Today, the Metropolitan Opera is considered America's largest classical music organization, annually presenting as many as 220 opera performances. 

The United States (unofficially) adopts time zones

Today, we take it for granted that the continental United States of America has four times zones: Eastern, Central, Mountain, and Western. But prior to the year 1883, the nation was not divided as such. According to History, it was not until November 18, 1883, that time zones first began to be used in America, and their adoption came not because of a government mandate, but rather the implementation came from the commercial sector — specifically railroad companies.

In a bid to make scheduling and tracking trains easier, more efficient, and more reliable, train companies agreed with one another to begin using the four time zones and denoting their corresponding regions, making sure all rail company clocks within said zones were synched up. Much of the country beyond the railroad companies quickly adopted the use of these time zones, but they were actually not officially adopted by the federal government for more than three decades to follow. It was not until 1918 that the Standard Time Act enshrined the use of time zones in law.

Northern Pacific Railway Route completed with ceremonial spike driven by President Grant

While hardly as famous as the completion of the Transcontinental Railroad that took place on May 10, 1869, near Promontory, Utah, the completion of the Northern Pacific was of great importance to citizens of Montana and to many in the greater Pacific Northwest beyond, according to PBS Thirteen.

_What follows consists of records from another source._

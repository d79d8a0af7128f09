// What the writers of every format share: which link ids a reader derives by itself (so they
// need not be written), the kind of an attribute value, and the record of what a format could
// not hold, said once per kind with a count rather than once per element.

import type { Topology } from './model.js';

/** What a writer produced: the file's text and what the format could not hold. */
export interface Written {
  text: string;
  /** One sentence per kind of loss, e.g. `47 demands`; empty when nothing was lost. */
  lost: string[];
  /** What else a reader of the file should know (e.g. lines drawn straight). */
  notes?: string[];
}

/** Counts losses by description, in the order they were first met. */
export class Losses {
  private readonly counts = new Map<string, { n: number; unit: string }>();

  /** `what` is counted `n` times; `unit` names one of what is counted (for the sentence). */
  add(what: string, unit = '', n = 1): void {
    if (n <= 0) return;
    const c = this.counts.get(what);
    if (c) c.n += n;
    else this.counts.set(what, { n, unit });
  }

  list(): string[] {
    return [...this.counts].map(([what, { n, unit }]) => (unit ? `${what} (${n} ${unit}${n === 1 ? '' : 's'})` : what));
  }
}

/** The design-level things only our own format holds, as losses for a format without them. */
export function designLosses(
  t: Topology,
  losses: Losses,
  has: { demands?: boolean; groups?: boolean; budget?: boolean; metadata?: boolean; name?: boolean } = {},
): void {
  if (!has.demands && t.demands.length > 0) losses.add('demands', 'demand', t.demands.length);
  if (!has.groups) {
    const described = t.riskGroups.filter((g) => g.description !== undefined).length;
    losses.add('risk group descriptions', 'group', described);
  }
  if (!has.budget && t.latencyBudget !== undefined) losses.add(`the latency budget (${t.latencyBudget})`);
  if (!has.metadata && Object.keys(t.metadata).length > 0)
    losses.add('the design\u2019s metadata', 'key', Object.keys(t.metadata).length);
  if (!has.name && t.name !== undefined) losses.add(`the network\u2019s name ("${t.name}")`);
  if (!has.name && t.description !== undefined) losses.add('the network\u2019s description');
}

/**
 * For each link, whether its id is the one a reader derives when the file gives none (the two
 * ends, `#k` for the k-th parallel link): such ids need not be written.
 */
export function derivedIds(t: Topology): boolean[] {
  const seen = new Map<string, number>();
  return t.links.map((l) => {
    const pair = l.source <= l.target ? `${l.source}\u0000${l.target}` : `${l.target}\u0000${l.source}`;
    const k = (seen.get(pair) ?? 0) + 1;
    seen.set(pair, k);
    const base = `${l.source}\u2014${l.target}`;
    return l.id === (k > 1 ? `${base}#${k}` : base);
  });
}

export type ValueKind = 'boolean' | 'integer' | 'number' | 'string' | 'other';

export function valueKind(v: unknown): ValueKind {
  if (typeof v === 'boolean') return 'boolean';
  if (typeof v === 'number') return Number.isSafeInteger(v) ? 'integer' : 'number';
  if (typeof v === 'string') return 'string';
  return 'other';
}

/** An attribute's columns or keys in order of first appearance, with the kinds of its values. */
export function attributeColumns(rows: readonly Readonly<Record<string, unknown>>[]): Map<string, Set<ValueKind>> {
  const columns = new Map<string, Set<ValueKind>>();
  for (const r of rows) {
    for (const [k, v] of Object.entries(r)) {
      const kinds = columns.get(k) ?? new Set<ValueKind>();
      kinds.add(valueKind(v));
      columns.set(k, kinds);
    }
  }
  return columns;
}

/** A number as text that every reader of ours reads back to the same double. */
export function numberText(n: number): string {
  return Object.is(n, -0) ? '0' : String(n);
}
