// GeoJSON designs (RFC 7946): Point features are sites, LineString and MultiLineString
// features are links between the sites at their two ends. A link's ends are the sites its
// properties name (`source`/`target`, or `from`/`to`), else the sites within `END_TOLERANCE_M`
// of its first and last positions. Its length is measured along its geometry (great-circle
// segments) unless its properties give one. Properties become attributes through the same
// mapping as GraphML and GML (attributes.ts): `id`, `label`/`name`, `kind`, `hardened`,
// `risk_groups` (a list or ids separated by `;`), `capacity_gbps`, `latency_ms`, …
//
// Routes that run side by side are reported as a possible shared-risk group the design does
// not declare (corridors.ts): a warning naming both links and where they run together.
//
// Read with the `yaml` package (JSON is a subset of YAML 1.2) for the source positions of every
// feature, like our own format.

import { isMap, isSeq, LineCounter, parseDocument, type Node as YamlNode } from 'yaml';
import { DesignError } from '../errors.js';
import { mapLinkAttributes, mapNodeAttributes } from './attributes.js';
import { TopologyBuilder, type BuilderOptions } from './builder.js';
import { routeKm, sharedCorridors, type Route } from './corridors.js';
import { greatCircleKm } from './geodesy.js';
import type { SourcePos, Topology } from './model.js';
import { MAX_NESTING, positionOf, yamlNestingExceeded } from './nesting.js';
import { nonNormal } from './quantities.js';

/** A line's end belongs to a site within this many metres (common practice for surveyed plans). */
export const END_TOLERANCE_M = 100;
/** Shared corridors: within this many metres ... */
export const CORRIDOR_WITHIN_M = 50;
/** ... for more than this many km. */
export const CORRIDOR_MIN_KM = 1;

type Json = null | boolean | number | string | Json[] | { [k: string]: Json };

interface Feature {
  geometry: { type: string; coordinates: Json } | null;
  properties: Record<string, Json>;
  id?: Json;
  pos: SourcePos;
}

function isObject(v: Json | undefined): v is { [k: string]: Json } {
  return typeof v === 'object' && v !== null && !Array.isArray(v);
}

function position(v: Json, what: string, fail: (m: string, hint?: string) => never): [number, number] {
  if (!Array.isArray(v) || v.length < 2 || typeof v[0] !== 'number' || typeof v[1] !== 'number') fail(`${what} is not a [longitude, latitude] position`);
  const [lon, lat] = v as [number, number];
  if (nonNormal(lon) || nonNormal(lat) || lon < -180 || lon > 180 || lat < -90 || lat > 90) {
    fail(`${what} [${lon}, ${lat}] is outside longitude −180…180 / latitude −90…90`, 'GeoJSON writes longitude first (RFC 7946 §3.1.1)');
  }
  return [lon, lat];
}

export function parseGeojson(text: string, file: string, options: BuilderOptions = {}): Topology {
  const deep = yamlNestingExceeded(text);
  if (deep >= 0) throw new DesignError(`the GeoJSON nests deeper than ${MAX_NESTING} levels`, { file, ...positionOf(text, deep) }, 'a FeatureCollection needs a few levels only');
  const lines = new LineCounter();
  const doc = parseDocument(text, { lineCounter: lines, uniqueKeys: true, prettyErrors: false });
  const at = (offset: number): SourcePos => {
    const p = lines.linePos(offset);
    return { line: p.line, column: p.col };
  };
  const where = (n: YamlNode | null | undefined): SourcePos => (n?.range ? at(n.range[0]) : { line: 1, column: 1 });
  if (doc.errors.length > 0) {
    const e = doc.errors[0];
    throw new DesignError(`GeoJSON syntax error: ${e.message.split('\n')[0]}`, { file, ...at(e.pos[0]) }, 'fix the JSON at this point');
  }
  const root = doc.toJS({ maxAliasCount: 0 }) as Json;
  const b = new TopologyBuilder(file, 'geojson', options);
  const fail = (pos: SourcePos) => (message: string, hint = ''): never => {
    throw b.error(message, pos, hint);
  };
  if (!isObject(root) || root.type !== 'FeatureCollection' || !Array.isArray(root.features)) {
    fail({ line: 1, column: 1 })('a GeoJSON design is a FeatureCollection with a "features" list', 'points are sites, lines are links');
  }
  const rootNode = doc.contents;
  const featureNodes = isMap(rootNode) ? rootNode.get('features', true) : undefined;
  const features: Feature[] = ((root as { features: Json[] }).features).map((f, i) => {
    const node = isSeq(featureNodes) ? (featureNodes.items[i] as YamlNode | undefined) : undefined;
    const pos = where(node);
    if (!isObject(f) || f.type !== 'Feature') fail(pos)(`features[${i}] is not a Feature`);
    const g = (f as { geometry?: Json }).geometry;
    if (g !== null && !(isObject(g) && typeof g.type === 'string')) fail(pos)(`features[${i}] has no geometry object`);
    const props = (f as { properties?: Json }).properties;
    return {
      geometry: g as Feature['geometry'],
      properties: isObject(props) ? props : {},
      ...((f as { id?: Json }).id !== undefined ? { id: (f as { id?: Json }).id } : {}),
      pos,
    };
  });

  // Sites first: links name them.
  const sites: { id: string; lon: number; lat: number }[] = [];
  features.forEach((f, i) => {
    if (f.geometry?.type !== 'Point') return;
    const [lon, lat] = position(f.geometry.coordinates, `site features[${i}]`, fail(f.pos));
    const raw = f.properties;
    const id = raw.id ?? f.id;
    if (id === undefined || id === null || id === '') fail(f.pos)(`site features[${i}] has no id`, 'give the feature an "id", or properties.id');
    const { id: _drop, lat: _lat, lon: _lon, latitude: _la, longitude: _lo, ...rest } = raw as Record<string, Json>;
    const mapped = mapNodeAttributes(rest, b, () => f.pos);
    b.addNode({ id: String(id), pos: f.pos, ...mapped, lat, lon });
    sites.push({ id: String(id), lon, lat });
  });

  const nearest = (p: [number, number]): string | undefined => {
    let best: string | undefined;
    let bestM = Infinity;
    for (const s of sites) {
      const m = greatCircleKm(p[1], p[0], s.lat, s.lon) * 1000;
      if (m < bestM) [best, bestM] = [s.id, m];
    }
    return bestM <= END_TOLERANCE_M ? best : undefined;
  };

  const routes: { route: Route; linkIndex: number; id: string; pos: SourcePos; groups: string[] }[] = [];
  let linkCount = 0;
  features.forEach((f, i) => {
    const type = f.geometry?.type;
    if (type === 'Point' || f.geometry === null) return;
    const here = fail(f.pos);
    if (type !== 'LineString' && type !== 'MultiLineString') {
      here(`features[${i}] is a ${type}: only Point (sites) and LineString or MultiLineString (links) are read`, 'draw areas in another layer');
    }
    const parts: Json[] = type === 'LineString' ? [f.geometry!.coordinates] : Array.isArray(f.geometry!.coordinates) ? f.geometry!.coordinates : [];
    const route: [number, number][] = [];
    for (const part of parts) {
      if (!Array.isArray(part) || part.length < 2) here(`link features[${i}] has a line with fewer than two positions`);
      for (const p of part as Json[]) route.push(position(p, `a position of link features[${i}]`, here));
    }
    if (route.length < 2) here(`link features[${i}] has no line`);
    const raw = f.properties;
    const named = (a: string, c: string) => (raw[a] ?? raw[c]) as Json | undefined;
    const source = named('source', 'from');
    const target = named('target', 'to');
    const ends = [source !== undefined && source !== null ? String(source) : nearest(route[0]), target !== undefined && target !== null ? String(target) : nearest(route[route.length - 1])];
    for (const [k, e] of ends.entries()) {
      if (e === undefined) {
        const p = k === 0 ? route[0] : route[route.length - 1];
        here(`link features[${i}] ${k === 0 ? 'starts' : 'ends'} at [${p[0]}, ${p[1]}], more than ${END_TOLERANCE_M} m from every site`, 'move the line\u2019s end onto its site, or name the sites in properties.source and properties.target');
      }
    }
    const { source: _s, target: _t, from: _f, to: _to, ...rest } = raw as Record<string, Json>;
    const mapped = mapLinkAttributes(rest, b, () => f.pos);
    const measured = routeKm(route);
    const id = raw.id ?? f.id;
    const added = b.addLink({
      ...(id !== undefined && id !== null && id !== '' ? { id: String(id) } : {}),
      source: ends[0]!,
      target: ends[1]!,
      pos: f.pos,
      ...mapped,
      ...(mapped.length === undefined ? { length: measured } : {}),
      attrs: { ...mapped.attrs, route_km: Math.round(measured * 1000) / 1000 },
      what: `link features[${i}]`,
    });
    if (added) {
      routes.push({ route, linkIndex: linkCount, id: id !== undefined && id !== null ? String(id) : `${ends[0]}\u2014${ends[1]}`, pos: f.pos, groups: mapped.riskGroups ?? [] });
      linkCount++;
    }
  });

  // Routes side by side that share no declared group: a shared risk the design does not say.
  for (const c of sharedCorridors(routes.map((r) => r.route), { withinM: CORRIDOR_WITHIN_M, minKm: CORRIDOR_MIN_KM })) {
    const [ra, rb] = [routes[c.a], routes[c.b]];
    if (ra.groups.some((g) => rb.groups.includes(g))) continue;
    b.warn(
      `links "${ra.id}" (line ${ra.pos.line}) and "${rb.id}" (line ${rb.pos.line}) run within ${CORRIDOR_WITHIN_M} m of each other for ${c.km.toFixed(1)} km, from [${c.from[0].toFixed(5)}, ${c.from[1].toFixed(5)}] to [${c.to[0].toFixed(5)}, ${c.to[1].toFixed(5)}]: a possible shared-risk group the design does not declare`,
      ra.pos,
      'if they share a duct, trench or bridge, give both the same risk_groups entry; otherwise this warning can stand',
    );
  }
  const name = isObject(root) && typeof (root as Record<string, Json>).name === 'string' ? String((root as Record<string, Json>).name) : undefined;
  return b.finish(name !== undefined ? { name } : {});
}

When the final spike was driven into the ground near the western border of Montana, it connected the east and central areas of the northern American states with the west, opening up opportunities for trade and travel.

On hand to drive home that last spike on September 8, 1883, was none other than Ulysses S. Grant, according to OTE Corporation, then out of office after having served two terms as president. The Northern Pacific rail line connected the Pacific Northwest with multiple states in the north, the line terminating in Minnesota and with total track measured at nearly 7,000 miles. 

Mayo Clinic established after devastating tornado

Today, the Mayo Clinic is one of the world's leading centers of medical care, research, and education, and it is respected globally as a leader in these efforts. But when it was formed, it was an emergency triage center. That's because the institution that grew into the Mayo Clinic of today started after a horrible tornado ravaged Rochester, Minnesota, in late August 1883.

On August 21, as evening settled, twirling winds ripped through much of the city, killing dozens of people and leaving hundreds injured, according to Minn Post. Doctor William Worrall Mayo, along with help from his sons and many other volunteers, established a makeshift hospital to help treat the wounded. Several months later, their quickly established medical center would grow into the Saint Mary's Hospital, which was later renamed the Mayo Clinic in honor of the doctor. And over the years it would grow into the institution as it's known today.